José Luis Jiménez Marín (born 8 August 1983), nicknamed Guachupé, is a Chilean former professional footballer who played as a forward.

Club career
Jiménez played at Universidad de Chile youth ranks until 2003, but he left the team because he was not in the coach's plans. In 2003, he arrived to Deportes Talcahuano of the Chilean Primera B. In the next season, he arrived to Trasandino de Los Andes of the Tercera División Chilena. At the team of Los Andes, Jiménez was the top-scorer of the Tercera División with 26 goals.

During the summer of 2005, Jiménez was transferred to Santiago Wanderers of the Primera División Chilena, because of his good performance in Tercera División. In the first season, Jiménez played very few matches and at times was not in the plans of coach Carlos González, but because the departure of González, the new coach Mario Soto had his sights set on Jiménez. In 2007, Wanderers was relegated to Primera B and Jiménez canceled his contract with the club, having to pay 15 million pesos. He then signed with C.D. Universidad de Concepción for a one-year deal in January 2008.

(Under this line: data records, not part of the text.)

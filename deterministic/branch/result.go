package branch

import "math"

// A Point is a resting state on a branch. Slices by species are in the order of
// Network.Species.
type Point struct {
	Knob    float64
	Amounts []float64
	// Stable tells that the state attracts from every side; Unstable counts the
	// directions in which it repels. Neither is told exactly at a mark where an
	// eigenvalue is 0: there Stable is false.
	Stable   bool
	Unstable int
	// Eigenvalues of the Jacobian on the compatibility class, 1/time, by real part
	// descending; complex pairs side by side, the positive one first.
	Eigenvalues []complex128
	// SlowRate is the slowest rate of return, 1/time: the smallest |Re λ|; 0 at a
	// fold, +Inf where the totals leave one point only.
	SlowRate float64
	// Covariance is the linear-noise covariance in molecules², species by species in
	// row-major order (van Kampen, Stochastic Processes in Physics and Chemistry, ch.
	// X); nil unless stable.
	Covariance []float64
}

// CorrelationTime gives the longest correlation time of the fluctuations about the
// state, in the design's unit: 1/SlowRate, +Inf at a fold.
func (p *Point) CorrelationTime() float64 { return 1 / p.SlowRate }

// SD gives the predicted standard deviation of species i in molecules; NaN where
// there is no covariance.
func (p *Point) SD(i int) float64 {
	if p.Covariance == nil {
		return math.NaN()
	}
	return math.Sqrt(max(p.Covariance[i*len(p.Amounts)+i], 0))
}

// A Branch is a curve of resting states, in the order in which it runs: the knob
// need not be monotone along it.
type Branch struct {
	Points []Point
	// Marks are the special points and the two ends, by Index ascending. A closed
	// branch has its first point again as the last.
	Marks []Mark
}

// Closed tells that the branch is an isola: a loop without ends.
func (b *Branch) Closed() bool { return len(b.Marks) > 0 && b.Marks[0].Kind == Closed }

// An End is one side of a window.
type End struct {
	// Mark is what the state meets there.
	Mark Mark
	// Knob is the value of the knob there, Distance how far it is from today's
	// value, in per cent of that; NaN where today's value is 0.
	Knob, Distance float64
}

// A Window is the interval of the knob in which a stable state of today exists and
// is stable.
type Window struct {
	// State is the state's name and Amounts its amounts today.
	State   string
	Amounts []float64
	// Branch is the index of its branch in Diagram.Branches; −1 where the state could
	// not be followed, the ends then being Lost, at NaN.
	Branch    int
	Low, High End
}

// A Diagram is all branches of resting states over a knob's range.
type Diagram struct {
	Knob     Knob
	Today    float64
	Branches []Branch
	// Windows has one entry for each stable state at today's setting, by name in the
	// order of the survey.
	Windows []Window
	// High is the upper edge of the box of amounts that branches were followed in.
	High []float64
	// Warnings are for the reader, one sentence each.
	Warnings []string
}

// Folds lists the folds of all branches, by the knob ascending.
func (d *Diagram) Folds() []Mark { return d.Marks(Fold) }

// Marks lists the marks of one kind of all branches, by the knob ascending; where
// branches meet, one for both.
func (d *Diagram) Marks(kind Kind) []Mark {
	var out []Mark
	for _, b := range d.Branches {
		for _, m := range b.Marks {
			if m.Kind == kind {
				out = insertMark(out, m)
			}
		}
	}
	return out
}

// insertMark keeps the list sorted and leaves out a mark that is there already.
func insertMark(list []Mark, m Mark) []Mark {
	at := len(list)
	for i, o := range list {
		if sameMark(o, m) {
			return list
		}
		if o.Knob > m.Knob {
			at = min(at, i)
		}
	}
	list = append(list, Mark{})
	copy(list[at+1:], list[at:])
	list[at] = m
	return list
}

// sameMark tells whether two marks are one point, to 1e-6 of the amounts.
func sameMark(a, b Mark) bool {
	if math.Abs(a.Knob-b.Knob) > 1e-6*math.Abs(a.Knob) {
		return false
	}
	for i, x := range a.Amounts {
		if math.Abs(x-b.Amounts[i]) > 1e-6*(math.Abs(x)+math.Abs(b.Amounts[i])) {
			return false
		}
	}
	return true
}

In the first season of Jiménez in the club, he scored 2 goals in 8 games. In January 2009, Jiménez won his first professional title, the Copa Chile 2008–09.

In 2009, he was loaned to his former club Santiago Wanderers for a six-month deal. With Wanderers the player achieved the promotion to Primera División Chilena. Lengthening his loan for one year. However, in December 2011, Jiménez return to Universidad de Concepción.

In 2013, Jiménez was sent off, later being dismissed and having his contract torn up, for violently grabbing a dog that wandered onto the pitch by the neck and throwing it into a metal fence.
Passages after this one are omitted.